Physiology
•The essence of Glenn physiology is that PBF is non-pulsatile and is driven by venous pressure from the SVC (or from both SVCs when bilateral). The cavopulmonary anastamosis raises cerebral venous pressure by an amount equal to the transpulmonary gradient, which may vary between 2-5 mmHg in favorable circumstances and reach 10-15 mmHg or more in patients with elevated PVR.

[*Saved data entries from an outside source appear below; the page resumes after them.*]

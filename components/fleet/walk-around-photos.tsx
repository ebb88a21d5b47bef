import { useCallback, useEffect, useRef, useState } from 'react';
import { Image, Platform, StyleSheet, View } from 'react-native';
import { pickPhoto, preparePhoto, type PickSource } from '@/components/photos/prepare-photo';
import { Button } from '@/components/ui/button';
import { ProgressBar } from '@/components/ui/progress-bar';
import { Notice } from '@/components/ui/states';
import { Text } from '@/components/ui/text';
import { colors, radii, spacing } from '@/components/theme/tokens';
import { randomId } from '@/hooks/api/ids';
import { uploadWithProgress } from '@/hooks/api/upload';
import { uploadErrorMessage, type PreparedPhoto } from '@/hooks/use-photo-upload';
import { API } from '@/shared/api/paths';
import { IDEMPOTENCY_HEADER, PHOTO_FIELD, PhotoSchema, type Photo } from '@/shared/schemas/assets';

type Job = { key: string; photo: PreparedPhoto; status: 'uploading' | 'failed' | 'done'; progress: number; error: string | null; saved: Photo | null };

const THUMB = 72;

function formDataFor(photo: PreparedPhoto): FormData {
  const form = new FormData();
  if (Platform.OS === 'web' && photo.blob) form.append(PHOTO_FIELD, photo.blob, photo.name);
  // React Native's FormData takes a { uri, name, type } part for a file on the device.
  else form.append(PHOTO_FIELD, { uri: photo.uri, name: photo.name, type: photo.type } as unknown as Blob);
  return form;
}

/**
 * Walk-around photos for a check-out or check-in: picked and resized like every other photo
 * (the photo picker's own preparation), uploaded to the vehicle at once with progress, then
 * linked to the check by id. Each photo keeps one Idempotency-Key across retries.
 */
export function WalkAroundPhotos({
  assetId,
  onChange,
  testID,
}: {
  assetId: string;
  /** The ids of the photos sent so far, and whether any is still on its way. */
  onChange: (state: { photoIds: string[]; busy: boolean }) => void;
  testID: string;
}) {
  const [jobs, setJobs] = useState<Job[]>([]);
  const [preparing, setPreparing] = useState(false);
  const [pickError, setPickError] = useState<string | null>(null);
  const mounted = useRef(true);
  useEffect(() => {
    mounted.current = true;
    return () => {
      mounted.current = false;
    };
  }, []);

  useEffect(() => {
    onChange({
      photoIds: jobs.flatMap((job) => (job.saved ? [job.saved.id] : [])),
      busy: preparing || jobs.some((job) => job.status === 'uploading'),
    });
  }, [jobs, preparing, onChange]);

  const patch = useCallback((key: string, change: Partial<Job>) => {
    if (mounted.current) setJobs((list) => list.map((job) => (job.key === key ? { ...job, ...change } : job)));
  }, []);

  const send = useCallback(
    async (key: string, photo: PreparedPhoto) => {
      patch(key, { status: 'uploading', progress: 0, error: null });
      try {
        const saved = await uploadWithProgress(API.assetPhotos(assetId), {
          body: formDataFor(photo),
          schema: PhotoSchema,
          headers: { [IDEMPOTENCY_HEADER]: key },
          onProgress: (progress) => patch(key, { progress }),
        });
        patch(key, { status: 'done', progress: 1, saved });
      } catch (error) {
        patch(key, { status: 'failed', error: uploadErrorMessage(error) });
      }
    },
    [assetId, patch],
  );

  const start = async (source: PickSource) => {
    setPickError(null);
    let picked;
    try {
      picked = await pickPhoto(source);
    } catch {
      setPickError('The photo could not be opened. Try another one.');
      return;
    }
    if (!picked) return;
    setPreparing(true);
    try {
      const photo = await preparePhoto(picked);
      const key = randomId();
      setJobs((list) => [...list, { key, photo, status: 'uploading', progress: 0, error: null, saved: null }]);
      void send(key, photo);
    } catch {
      setPickError('The photo could not be read. Try another one.');
    } finally {
      if (mounted.current) setPreparing(false);
    }
  };

  const done = jobs.filter((job) => job.saved).length;

  return (
    <View style={styles.wrap}>
      <Text variant="label">Walk-around photos (optional)</Text>
      <View style={styles.buttons}>
        <Button
          label={done ? 'Take another photo' : 'Take photo'}
          icon="camera"
          variant="secondary"
          compact
          loading={preparing}
          onPress={() => void start('camera')}
          testID={`${testID}-photo`}
        />
        <Button label="Choose photo" icon="image" variant="ghost" compact disabled={preparing} onPress={() => void start('library')} testID={`${testID}-photo-library`} />
      </View>
      {preparing ? (
        <Text variant="caption" tone="muted" aria-live="polite">
          Making the photo smaller for upload…
        </Text>
      ) : null}
      {pickError ? <Notice message={pickError} /> : null}
      {jobs.map((job, index) => (
        <View key={job.key} style={styles.job}>
          <Image source={{ uri: job.photo.previewUri }} style={styles.preview} alt={`Walk-around photo ${index + 1}`} accessibilityIgnoresInvertColors />
          <View style={styles.jobBody}>
            {job.status === 'failed' ? (
              <>
                <Text tone="danger" accessibilityRole="alert">
                  {job.error ?? 'The photo was not sent.'}
                </Text>
                <View style={styles.buttons}>
                  <Button label="Retry" icon="refresh" compact onPress={() => void send(job.key, job.photo)} testID={`${testID}-photo-retry`} />
                  <Button label="Discard" variant="ghost" compact onPress={() => setJobs((list) => list.filter((j) => j.key !== job.key))} />
                </View>
              </>
            ) : job.status === 'done' ? (
              <View style={styles.doneRow}>
                <Text variant="caption" tone="success" style={styles.flex}>
                  Photo {index + 1} sent.
                </Text>
                <Button
                  label="Remove"
                  variant="ghost"
                  compact
                  accessibilityLabel={`Remove walk-around photo ${index + 1}`}
                  onPress={() => setJobs((list) => list.filter((j) => j.key !== job.key))}
                />
              </View>
            ) : (
              <ProgressBar value={job.progress} label="Photo upload" caption={`Sending… ${Math.round(job.progress * 100)}%`} />
            )}
          </View>
        </View>
      ))}
    </View>
  );
}

const styles = StyleSheet.create({
  wrap: {
    gap: spacing.sm,
    alignSelf: 'stretch',
  },
  buttons: {
    flexDirection: 'row',
    flexWrap: 'wrap',
    gap: spacing.sm,
  },
  job: {
    flexDirection: 'row',
    alignItems: 'center',
    gap: spacing.md,
    padding: spacing.sm,
    borderRadius: radii.md,
    borderWidth: 1,
    borderColor: colors.border,
    backgroundColor: colors.surface,
  },
  preview: {
    width: THUMB,
    height: THUMB,
    borderRadius: radii.sm,
    backgroundColor: colors.surfaceMuted,
  },
  jobBody: {
    flex: 1,
    minWidth: 0,
    gap: spacing.xs,
  },
  doneRow: {
    flexDirection: 'row',
    alignItems: 'center',
    gap: spacing.sm,
  },
  flex: {
    flex: 1,
  },
});
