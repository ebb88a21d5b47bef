import { UpdateTemplateItemSchema } from '../../shared/schemas/assets';

describe('template item updates', () => {
  it('when a PATCH names only the title, then no other field is filled with a default', () => {
    // zod 4 keeps defaults inside .partial(); the update schema must not reset fields left out.
    expect(UpdateTemplateItemSchema.parse({ title: 'Door seal check', version: 2 })).toEqual({ title: 'Door seal check', version: 2 });
  });

  it('when an unknown field is sent, then it is refused', () => {
    expect(UpdateTemplateItemSchema.safeParse({ title: 'x', version: 0, colour: 'red' }).success).toBe(false);
  });
});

•The arterial oxyhemoglobin saturation is determined by the amount of pulmonary blood flow as well as the pulmonary vein saturation (assuming complete atrial mixing). Because PVR represents a second, serial downstream resistor in the cerebral circulation, elevations in PVR may cause decreased cerebral blood flow – and therefore pulmonary blood flow – decreasing the volume of oxygenated blood returning to the atrium and causing arterial hypoxemia. Alternatively, elevations in cerebral vascular resistance (e.g. respiratory alkalosis) may diminish PBF by increasing proximal resistance and exacerbate hypoxemia. Further, low Qp may be due to low cardiac output or to left atrial hypertension (e.g. restrictive atrial septum or LV non-compliance).
•PVR may be elevated in a number of circumstances. (1) Native PVR may be elevated due to lung disease, as in patients born with HLHS/ intact atrial septum or those with chronic aspiration or prolonged mechanical ventilation. (2) Branch pulmonary arteries may be hypoplastic due to asymmetric flow preoperatively. For example, in some patients the LPA experiences diminished flow following S1P. Relatedly, some patients with asymmetric elevated resistance may experience thrombus formation, particularly following PAplasty. (3) Similarly, some patients with diminuitive arterial flow may experience pulmonary vein stenosis, raising total pulmonary resistance. (4) Postoperative bleeding or effusion may cause compressive atelectasis, which may increase PVR and/or cause pulmonary venous desaturation. Treatment considerations
•When possible, early extubation allows for negative intrathoracic pressure, which increases the driving gradient for cerebral venous drainage into the thorax and promotes PBF.
• If CXR demonstrates significant pulmonary edema, this may be due to an elevated resistance to pulmonary lymphatic drainage (thoracic duct drains into the innominate vein). Early diuresis and low fat feedings may be effective.
• If significant hypoxemia is present (e.g. SaO2<75%):
•Consider and treat causes of elevated PVR.
•Ensure ETT patency and position.
•The use of increased FiO2 may diminish pulmonary vein desaturation and decrease PVR. •Examine for and treat pleural effusions, hemothorax, pneumothorax. •The use of inhaled nitric oxide is rarely necessary except in patients at risk for (or documented) elevated PVR (e.g. PVRi >2-3 iWU). •Persistent hypoxemia should prompt evaluation for venovenous (SVC to atrium or IVC) collaterals.